53. The recombinant microorganism of claim 52, wherein the host microorganism is a yeast.

54. The recombinant microorganism of claim 53, wherein the yeast is Saccharomyces cerevisiae.

55. The recombinant microorganism of any one of claims 46-54, wherein the gene encoding the protein having a function essential to replication of the host microorganism is an endogenous DNA polymerase.

56. The recombinant microorganism of any one of claims 46-55, wherein the heterologous recombinase enzyme is Cre recombinase and the recombination sites are lox sites.

57. The recombinant microorganism of claim 46 or 47, wherein the regulatable promoter is a Gal 10 promoter.

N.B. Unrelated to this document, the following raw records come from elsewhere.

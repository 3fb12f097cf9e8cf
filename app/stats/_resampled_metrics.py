"""Scorers evaluated on many weighted resamples of the same rows at once, for the bootstrap of BBC-CV.

A resample is a row of a weights matrix ``W`` (n_resamples × n_rows): bootstrap counts, or 0/1 for
the rows left out. A metric evaluated under weights ``w`` equals the scikit-learn scorer on the rows
repeated ``w`` times, so a bootstrap sample is never materialised. Values are oriented as the
scorers are: greater is better (``neg_`` metrics are negated losses).
"""

from __future__ import annotations

import numpy as np

# A metric that is a mean over rows of a per-row value (or a function of a few such means) reduces to
# matrix products with W; ROC AUC needs each configuration's rows in score order.
_LABEL = ("accuracy", "balanced_accuracy")
_PROBABILITY = ("neg_log_loss", "neg_brier_score")
_RANKING = ("roc_auc",)
_REGRESSION = ("neg_mean_squared_error", "neg_root_mean_squared_error", "neg_mean_absolute_error", "r2")
SUPPORTED = _LABEL + _PROBABILITY + _RANKING + _REGRESSION


class ResampledMetric:
    """One scorer prepared on pooled predictions (n_rows × n_configs [× n_classes]) and true values."""

    def __init__(self, name: str, predictions: np.ndarray, y_true: np.ndarray, classes: np.ndarray | None):
        if name not in SUPPORTED:
            raise ValueError(f"metric {name!r} is not supported by the bootstrap of pooled predictions; "
                             f"use one of {', '.join(SUPPORTED)} (scikit-learn scorer names)")
        self.name = name
        self._ranking = name in _RANKING
        if name in _REGRESSION:
            self._prepare_regression(predictions, y_true)
        else:
            self._prepare_classification(predictions, y_true, classes)

    def all_configs(self, weights: np.ndarray) -> np.ndarray:
        """The metric of every configuration under every resample: shape (n_resamples, n_configs)."""
        if self._ranking:
            return _weighted_auc(weights, self._values, self._positive)
        return self._combine(weights @ self._values, weights, None)

    def chosen(self, weights: np.ndarray, configs: np.ndarray) -> np.ndarray:
        """The metric of configuration ``configs[b]`` under resample ``b``: shape (n_resamples,)."""
        if self._ranking:
            out = np.empty(weights.shape[0])
            for c in np.unique(configs):
                rows = configs == c
                out[rows] = _weighted_auc(weights[rows], self._values[:, [c]], self._positive)[:, 0]
            return out
        sums = np.einsum("bn,nb->b", weights, self._values[:, configs])
        return self._combine(sums, weights, configs)

    # Each kind sets self._values (n_rows × n_configs, one per-row value) and self._combine.

    def _prepare_regression(self, predictions: np.ndarray, y_true: np.ndarray) -> None:
        if predictions.ndim != 2:
            raise ValueError(f"{self.name} needs predictions of shape (n_rows, n_configs); got {predictions.shape}")
        y = _numeric(y_true, self.name)
        error = predictions - y[:, None]
        self._values = np.abs(error) if self.name == "neg_mean_absolute_error" else error**2
        if self.name == "r2":
            moments = np.column_stack([np.ones_like(y), y, y**2])

            def combine(sse, weights, configs):
                total, s1, s2 = (weights @ moments).T
                sst = s2 - s1**2 / total
                sst = sst if configs is not None else sst[:, None]
                with np.errstate(divide="ignore", invalid="ignore"):
                    return np.where(sst > 0, 1 - sse / np.where(sst > 0, sst, 1), np.nan)
        else:
            root = self.name == "neg_root_mean_squared_error"

            def combine(sums, weights, configs):
                mean = _per_weight(sums, weights, configs)
                return -(np.sqrt(mean) if root else mean)
        self._combine = combine

    def _prepare_classification(self, predictions, y_true, classes) -> None:
        classes = np.unique(y_true) if classes is None else np.asarray(classes)
        missing = np.setdiff1d(np.unique(y_true), classes)
        if missing.size:
            raise ValueError(f"y_true holds labels {missing[:5].tolist()} that are not among classes "
                             f"{classes.tolist()}")
        y_index = np.searchsorted(classes, y_true) if _sorted(classes) else \
            np.array([np.flatnonzero(classes == label)[0] for label in y_true])
        if predictions.ndim == 3 and predictions.shape[2] != classes.size:
            raise ValueError(f"predictions have {predictions.shape[2]} columns per configuration but there are "
                             f"{classes.size} classes ({classes.tolist()}); pass one column per class")
        if predictions.ndim not in (2, 3):
            raise ValueError(f"{self.name} needs predictions of shape (n_rows, n_configs) or "
                             f"(n_rows, n_configs, n_classes); got {predictions.shape}")
        if self.name in _LABEL:
            self._prepare_labels(predictions, y_true, y_index, classes)
        elif self.name in _RANKING or classes.size == 2:
            self._prepare_binary(predictions, y_index, classes)
        else:
            self._prepare_multiclass(predictions, y_index)

    def _prepare_labels(self, predictions, y_true, y_index, classes) -> None:
        if predictions.ndim == 3:
            correct = np.argmax(predictions, axis=2) == y_index[:, None]
        else:
            correct = predictions == np.asarray(y_true)[:, None]
        self._values = correct.astype(float)
        if self.name == "accuracy":
            self._combine = _per_weight
            return
        present = np.unique(y_index)
        members = (y_index[:, None] == present[None, :]).astype(float)  # n_rows × present classes

        def combine(_sums, weights, configs):
            counts = weights @ members  # resamples × classes
            hits = [weights @ (self._values * members[:, [k]]) for k in range(present.size)]
            hits = np.stack(hits, axis=-1)  # resamples × configs × classes
            if configs is not None:
                hits = hits[np.arange(configs.size), configs]
            else:
                counts = counts[:, None, :]
            with np.errstate(divide="ignore", invalid="ignore"):
                recall = np.where(counts > 0, hits / np.where(counts > 0, counts, 1), np.nan)
            return np.nanmean(recall, axis=-1)
        self._combine = combine

    def _prepare_binary(self, predictions, y_index, classes) -> None:
        if classes.size != 2:
            raise ValueError(f"{self.name} is computed for two classes here; got {classes.size} "
                             f"({classes.tolist()[:10]})")
        positive_score = predictions[:, :, 1] if predictions.ndim == 3 else predictions
        self._positive = (y_index == 1).astype(float)
        if self.name == "roc_auc":
            self._values = positive_score
            return
        _check_probabilities(positive_score, self.name)
        if self.name == "neg_log_loss":
            p_true = np.where(self._positive[:, None] == 1, positive_score, 1 - positive_score)
            self._values = -np.log(np.clip(p_true, _EPS, 1 - _EPS))
        else:
            self._values = (positive_score - self._positive[:, None]) ** 2
        self._combine = _negated_mean

    def _prepare_multiclass(self, predictions, y_index) -> None:
        if predictions.ndim != 3:
            raise ValueError(f"{self.name} with more than two classes needs probabilities of shape "
                             f"(n_rows, n_configs, n_classes); got {predictions.shape}")
        _check_probabilities(predictions, self.name)
        p_true = predictions[np.arange(y_index.size), :, y_index]
        if self.name == "neg_log_loss":
            self._values = -np.log(np.clip(p_true, _EPS, 1 - _EPS))
        else:
            self._values = (predictions**2).sum(axis=2) - 2 * p_true + 1
        self._combine = _negated_mean


_EPS = np.finfo(float).eps  # scikit-learn's log_loss clips probabilities to [eps, 1 - eps]


def _per_weight(sums, weights, configs):
    total = weights.sum(axis=1)
    with np.errstate(divide="ignore", invalid="ignore"):
        return sums / (total if configs is not None else total[:, None])


def _negated_mean(sums, weights, configs):
    return -_per_weight(sums, weights, configs)


def _weighted_auc(weights: np.ndarray, scores: np.ndarray, positive: np.ndarray) -> np.ndarray:
    """ROC AUC of every column of ``scores`` under each row of ``weights`` (integer counts), ties one half.

    Equals the Mann-Whitney statistic of the rows repeated by their weights, which is what
    scikit-learn's roc_auc_score gives on the repeated rows. For a positive row ``i`` the weight of
    negatives scored below it is a cumulative sum over the negatives in score order, read at the
    positions ``searchsorted`` gives; all in integers, so equal AUCs stay exactly equal.
    Returns shape (n_resamples, n_columns).
    """
    # rows × resamples, so that gathering rows is contiguous; int32 halves the memory traffic, and the
    # sums below stay far from its limit (at most twice the rows squared, summed in int64).
    counts = np.ascontiguousarray(weights.T).astype(np.int32)
    is_pos = positive == 1
    pos_counts, neg_counts = counts[is_pos], counts[~is_pos]
    n_pos, n_neg = pos_counts.sum(axis=0), neg_counts.sum(axis=0)
    out = np.empty((weights.shape[0], scores.shape[1]))
    cumulative = np.zeros((neg_counts.shape[0] + 1, weights.shape[0]), dtype=np.int32)
    for c in range(scores.shape[1]):
        neg_scores, pos_scores = scores[~is_pos, c], scores[is_pos, c]
        order = np.argsort(neg_scores, kind="stable")
        np.cumsum(neg_counts[order], axis=0, out=cumulative[1:])
        sorted_neg = neg_scores[order]
        below = cumulative[np.searchsorted(sorted_neg, pos_scores, side="left")]
        below += cumulative[np.searchsorted(sorted_neg, pos_scores, side="right")]  # ties counted twice: ½
        twice = np.einsum("ib,ib->b", pos_counts, below, dtype=np.int64)
        with np.errstate(divide="ignore", invalid="ignore"):
            out[:, c] = twice / (2.0 * n_pos * n_neg)
    return np.where(((n_pos > 0) & (n_neg > 0))[:, None], out, np.nan)


def _numeric(y_true: np.ndarray, name: str) -> np.ndarray:
    try:
        y = np.asarray(y_true, dtype=float)
    except (TypeError, ValueError) as exc:
        raise ValueError(f"{name} needs numeric y_true; got values such as {y_true[:3].tolist()}") from exc
    if not np.all(np.isfinite(y)):
        raise ValueError(f"y_true must be finite for {name}; got non-finite values at rows "
                         f"{np.flatnonzero(~np.isfinite(y))[:5].tolist()}")
    return y


def _check_probabilities(values: np.ndarray, name: str) -> None:
    if values.dtype.kind not in "fiu" or np.any((values < 0) | (values > 1)):
        raise ValueError(f"{name} needs predicted probabilities between 0 and 1; got values from "
                         f"{np.min(values)!r} to {np.max(values)!r}")


def _sorted(classes: np.ndarray) -> bool:
    return bool(np.all(classes[:-1] < classes[1:])) if classes.size > 1 else True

58. The recombinant microorganism of any one of claims 46-57, wherein the heterologous protein is selected from the group consisting of a hormone, an anti-inflammatory protein, a cell-wall permeabilizing agent, an immunogen, a virus like particle (VLP) forming protein sequence, preferably wherein said VLP-forming protein sequence comprises a viral structural protein or functional fragment thereof, and combinations thereof.

59. The recombinant microorganism of claim 58, wherein said viral structural protein comprises a capsid protein, a matrix protein, a GAG protein, a GAG-homology protein, an envelope protein, functional fragments thereof, or combinations thereof.

60. The recombinant microorganism of claim 58 or claim 59, wherein the cell wall permeablizing agent is selected from the group consisting of a cell wall degrading enzyme, and an inhibitor of cell wall biosynthesis.

61. The recombinant microorganism of claim 60, wherein the cell wall degrading enzyme is selected from the group consisting of a mannase, a glucanase, and a chitinase.

62. The recombinant microorganism of any one of claims 57-61, wherein the immunogen is selected from the group consisting of an influenza hemagglutinin, an influenza neuraminidase, and a coronaviral spike protein.